Restating every entry exactly is the whole task.

:: Dataset records

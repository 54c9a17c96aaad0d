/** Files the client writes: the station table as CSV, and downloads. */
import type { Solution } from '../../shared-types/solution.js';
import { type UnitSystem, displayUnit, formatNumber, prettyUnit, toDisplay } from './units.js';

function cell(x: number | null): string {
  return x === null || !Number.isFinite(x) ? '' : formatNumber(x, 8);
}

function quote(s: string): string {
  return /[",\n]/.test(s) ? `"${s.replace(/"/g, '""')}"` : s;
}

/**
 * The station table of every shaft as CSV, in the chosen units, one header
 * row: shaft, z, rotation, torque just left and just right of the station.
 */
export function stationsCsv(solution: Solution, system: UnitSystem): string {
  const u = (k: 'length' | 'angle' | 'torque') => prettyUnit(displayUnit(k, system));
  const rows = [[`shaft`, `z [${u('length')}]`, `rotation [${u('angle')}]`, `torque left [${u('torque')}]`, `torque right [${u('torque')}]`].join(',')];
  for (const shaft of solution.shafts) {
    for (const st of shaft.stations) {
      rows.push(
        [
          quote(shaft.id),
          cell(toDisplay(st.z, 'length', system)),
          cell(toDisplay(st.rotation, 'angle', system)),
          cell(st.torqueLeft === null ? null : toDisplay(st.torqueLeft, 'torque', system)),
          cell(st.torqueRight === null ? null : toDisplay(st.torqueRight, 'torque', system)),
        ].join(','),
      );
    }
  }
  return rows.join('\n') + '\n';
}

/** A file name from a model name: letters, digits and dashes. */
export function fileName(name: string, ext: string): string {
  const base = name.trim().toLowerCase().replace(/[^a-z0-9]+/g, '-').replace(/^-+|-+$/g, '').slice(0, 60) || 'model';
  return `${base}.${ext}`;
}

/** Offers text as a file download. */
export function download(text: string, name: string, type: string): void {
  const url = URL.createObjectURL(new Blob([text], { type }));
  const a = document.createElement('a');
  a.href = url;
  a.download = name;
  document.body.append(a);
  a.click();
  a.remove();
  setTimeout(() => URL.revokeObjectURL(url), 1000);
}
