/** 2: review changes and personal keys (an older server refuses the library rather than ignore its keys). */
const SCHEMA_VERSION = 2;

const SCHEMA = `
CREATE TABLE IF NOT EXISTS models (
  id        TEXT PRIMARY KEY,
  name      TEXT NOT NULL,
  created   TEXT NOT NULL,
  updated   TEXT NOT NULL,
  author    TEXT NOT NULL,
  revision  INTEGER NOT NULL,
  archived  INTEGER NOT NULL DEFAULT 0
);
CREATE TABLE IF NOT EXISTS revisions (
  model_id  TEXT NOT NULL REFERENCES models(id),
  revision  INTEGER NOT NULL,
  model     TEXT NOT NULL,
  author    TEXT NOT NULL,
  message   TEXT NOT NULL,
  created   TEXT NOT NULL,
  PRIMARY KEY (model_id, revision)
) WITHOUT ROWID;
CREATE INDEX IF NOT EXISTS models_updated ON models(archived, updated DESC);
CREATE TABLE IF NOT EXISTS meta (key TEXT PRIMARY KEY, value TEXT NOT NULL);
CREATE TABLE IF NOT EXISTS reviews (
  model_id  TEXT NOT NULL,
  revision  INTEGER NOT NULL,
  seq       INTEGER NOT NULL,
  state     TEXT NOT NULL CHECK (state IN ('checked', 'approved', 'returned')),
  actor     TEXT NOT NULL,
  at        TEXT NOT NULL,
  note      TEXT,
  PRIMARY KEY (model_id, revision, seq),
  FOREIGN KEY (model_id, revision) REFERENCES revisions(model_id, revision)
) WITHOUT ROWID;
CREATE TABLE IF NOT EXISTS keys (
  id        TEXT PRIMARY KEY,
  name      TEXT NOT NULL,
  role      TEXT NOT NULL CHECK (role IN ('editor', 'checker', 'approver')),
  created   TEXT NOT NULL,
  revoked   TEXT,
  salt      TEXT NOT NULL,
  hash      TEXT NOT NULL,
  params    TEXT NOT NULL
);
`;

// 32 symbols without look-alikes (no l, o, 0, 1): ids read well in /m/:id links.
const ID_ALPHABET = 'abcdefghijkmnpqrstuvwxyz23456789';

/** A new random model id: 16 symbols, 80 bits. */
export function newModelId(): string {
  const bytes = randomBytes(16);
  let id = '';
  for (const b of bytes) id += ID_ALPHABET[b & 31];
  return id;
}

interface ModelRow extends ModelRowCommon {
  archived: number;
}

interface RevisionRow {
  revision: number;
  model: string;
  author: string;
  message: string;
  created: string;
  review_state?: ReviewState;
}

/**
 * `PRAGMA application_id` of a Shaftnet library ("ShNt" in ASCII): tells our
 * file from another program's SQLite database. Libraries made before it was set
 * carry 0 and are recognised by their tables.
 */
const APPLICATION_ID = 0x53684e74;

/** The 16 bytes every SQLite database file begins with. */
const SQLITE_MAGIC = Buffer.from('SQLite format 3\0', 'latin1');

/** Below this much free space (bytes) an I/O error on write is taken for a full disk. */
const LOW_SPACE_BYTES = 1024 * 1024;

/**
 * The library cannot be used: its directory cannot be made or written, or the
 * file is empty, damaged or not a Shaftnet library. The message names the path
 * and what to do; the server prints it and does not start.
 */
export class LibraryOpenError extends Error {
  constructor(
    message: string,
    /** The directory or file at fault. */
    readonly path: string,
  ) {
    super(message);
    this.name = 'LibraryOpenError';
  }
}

::::

*Solution for this problem*.
repository 54c9a17c96aaad0d
/** Files the client writes: the station table as CSV, and downloads. */
import type { Solution } from '../../shared-types/solution.js';
import { type UnitSystem, displayUnit, formatNumber, prettyUnit, toDisplay } from './units.js';

function cell(x: number | null): string {
  return x === null || !Number.isFinite(x) ? '' : formatNumber(x, 8);
}

function quote(s: string): string {
  return /[",\n]/.test(s) ? `"${s.replace(/"/g, '""')}"` : s;
}

/**
 * The station table of every shaft as CSV, in the chosen units, one header
 * row: shaft, z, rotation, torque just left and just right of the station.
 */
export function stationsCsv(solution: Solution, system: UnitSystem): string {
  const u = (k: 'length' | 'angle' | 'torque') => prettyUnit(displayUnit(k, system));
  const rows = [[`shaft`, `z [${u('length')}]`, `rotation [${u('angle')}]`, `torque left [${u('torque')}]`, `torque right [${u('torque')}]`].join(',')];
  for (const shaft of solution.shafts) {
    for (const st of shaft.stations) {
      rows.push(
        [
          quote(shaft.id),
          cell(toDisplay(st.z, 'length', system)),
          cell(toDisplay(st.rotation, 'angle', system)),
          cell(st.torqueLeft === null ? null : toDisplay(st.torqueLeft, 'torque', system)),
          cell(st.torqueRight === null ? null : toDisplay(st.torqueRight, 'torque', system)),
        ].join(','),
      );
    }
  }
  return rows.join('\n') + '\n';
}

/** A file name from a model name: letters, digits and dashes. */
export function fileName(name: string, ext: string): string {
  const base = name.trim().toLowerCase().replace(/[^a-z0-9]+/g, '-').replace(/^-+|-+$/g, '').slice(0, 60) || 'model';
  return `${base}.${ext}`;
}

/** Offers text as a file download. */
export function download(text: string, name: string, type: string): void {
  const url = URL.createObjectURL(new Blob([text], { type }));
  const a = document.createElement('a');
  a.href = url;
  a.download = name;
  document.body.append(a);
  a.click();
  a.remove();
  setTimeout(() => URL.revokeObjectURL(url), 1000);
}
/** 2: review changes and personal keys (an older server refuses the library rather than ignore its keys). */
const SCHEMA_VERSION = 2;

const SCHEMA = `
CREATE TABLE IF NOT EXISTS models (
  id        TEXT PRIMARY KEY,
  name      TEXT NOT NULL,
  created   TEXT NOT NULL,
  updated   TEXT NOT NULL,
  author    TEXT NOT NULL,
  revision  INTEGER NOT NULL,
  archived  INTEGER NOT NULL DEFAULT 0
);
CREATE TABLE IF NOT EXISTS revisions (
  model_id  TEXT NOT NULL REFERENCES models(id),
  revision  INTEGER NOT NULL,
  model     TEXT NOT NULL,
  author    TEXT NOT NULL,
  message   TEXT NOT NULL,
  created   TEXT NOT NULL,
  PRIMARY KEY (model_id, revision)
) WITHOUT ROWID;
CREATE INDEX IF NOT EXISTS models_updated ON models(archived, updated DESC);
CREATE TABLE IF NOT EXISTS meta (key TEXT PRIMARY KEY, value TEXT NOT NULL);
CREATE TABLE IF NOT EXISTS reviews (
  model_id  TEXT NOT NULL,
  revision  INTEGER NOT NULL,
  seq       INTEGER NOT NULL,
  state     TEXT NOT NULL CHECK (state IN ('checked', 'approved', 'returned')),
  actor     TEXT NOT NULL,
  at        TEXT NOT NULL,
  note      TEXT,
  PRIMARY KEY (model_id, revision, seq),
  FOREIGN KEY (model_id, revision) REFERENCES revisions(model_id, revision)
) WITHOUT ROWID;
CREATE TABLE IF NOT EXISTS keys (
  id        TEXT PRIMARY KEY,
  name      TEXT NOT NULL,
  role      TEXT NOT NULL CHECK (role IN ('editor', 'checker', 'approver')),
  created   TEXT NOT NULL,
  revoked   TEXT,
  salt      TEXT NOT NULL,
  hash      TEXT NOT NULL,
  params    TEXT NOT NULL
);
`;

// 32 symbols without look-alikes (no l, o, 0, 1): ids read well in /m/:id links.
const ID_ALPHABET = 'abcdefghijkmnpqrstuvwxyz23456789';

/** A new random model id: 16 symbols, 80 bits. */
export function newModelId(): string {
  const bytes = randomBytes(16);
  let id = '';
  for (const b of bytes) id += ID_ALPHABET[b & 31];
  return id;
}

interface ModelRow extends ModelRowCommon {
  archived: number;
}

interface RevisionRow {
  revision: number;
  model: string;
  author: string;
  message: string;
  created: string;
  review_state?: ReviewState;
}

/**
 * `PRAGMA application_id` of a Shaftnet library ("ShNt" in ASCII): tells our
 * file from another program's SQLite database. Libraries made before it was set
 * carry 0 and are recognised by their tables.
 */
const APPLICATION_ID = 0x53684e74;

/** The 16 bytes every SQLite database file begins with. */
const SQLITE_MAGIC = Buffer.from('SQLite format 3\0', 'latin1');

/** Below this much free space (bytes) an I/O error on write is taken for a full disk. */
const LOW_SPACE_BYTES = 1024 * 1024;

/**
 * The library cannot be used: its directory cannot be made or written, or the
 * file is empty, damaged or not a Shaftnet library. The message names the path
 * and what to do; the server prints it and does not start.
 */
export class LibraryOpenError extends Error {
  constructor(
    message: string,
    /** The directory or file at fault. */
    readonly path: string,
  ) {
    super(message);
    this.name = 'LibraryOpenError';
  }
}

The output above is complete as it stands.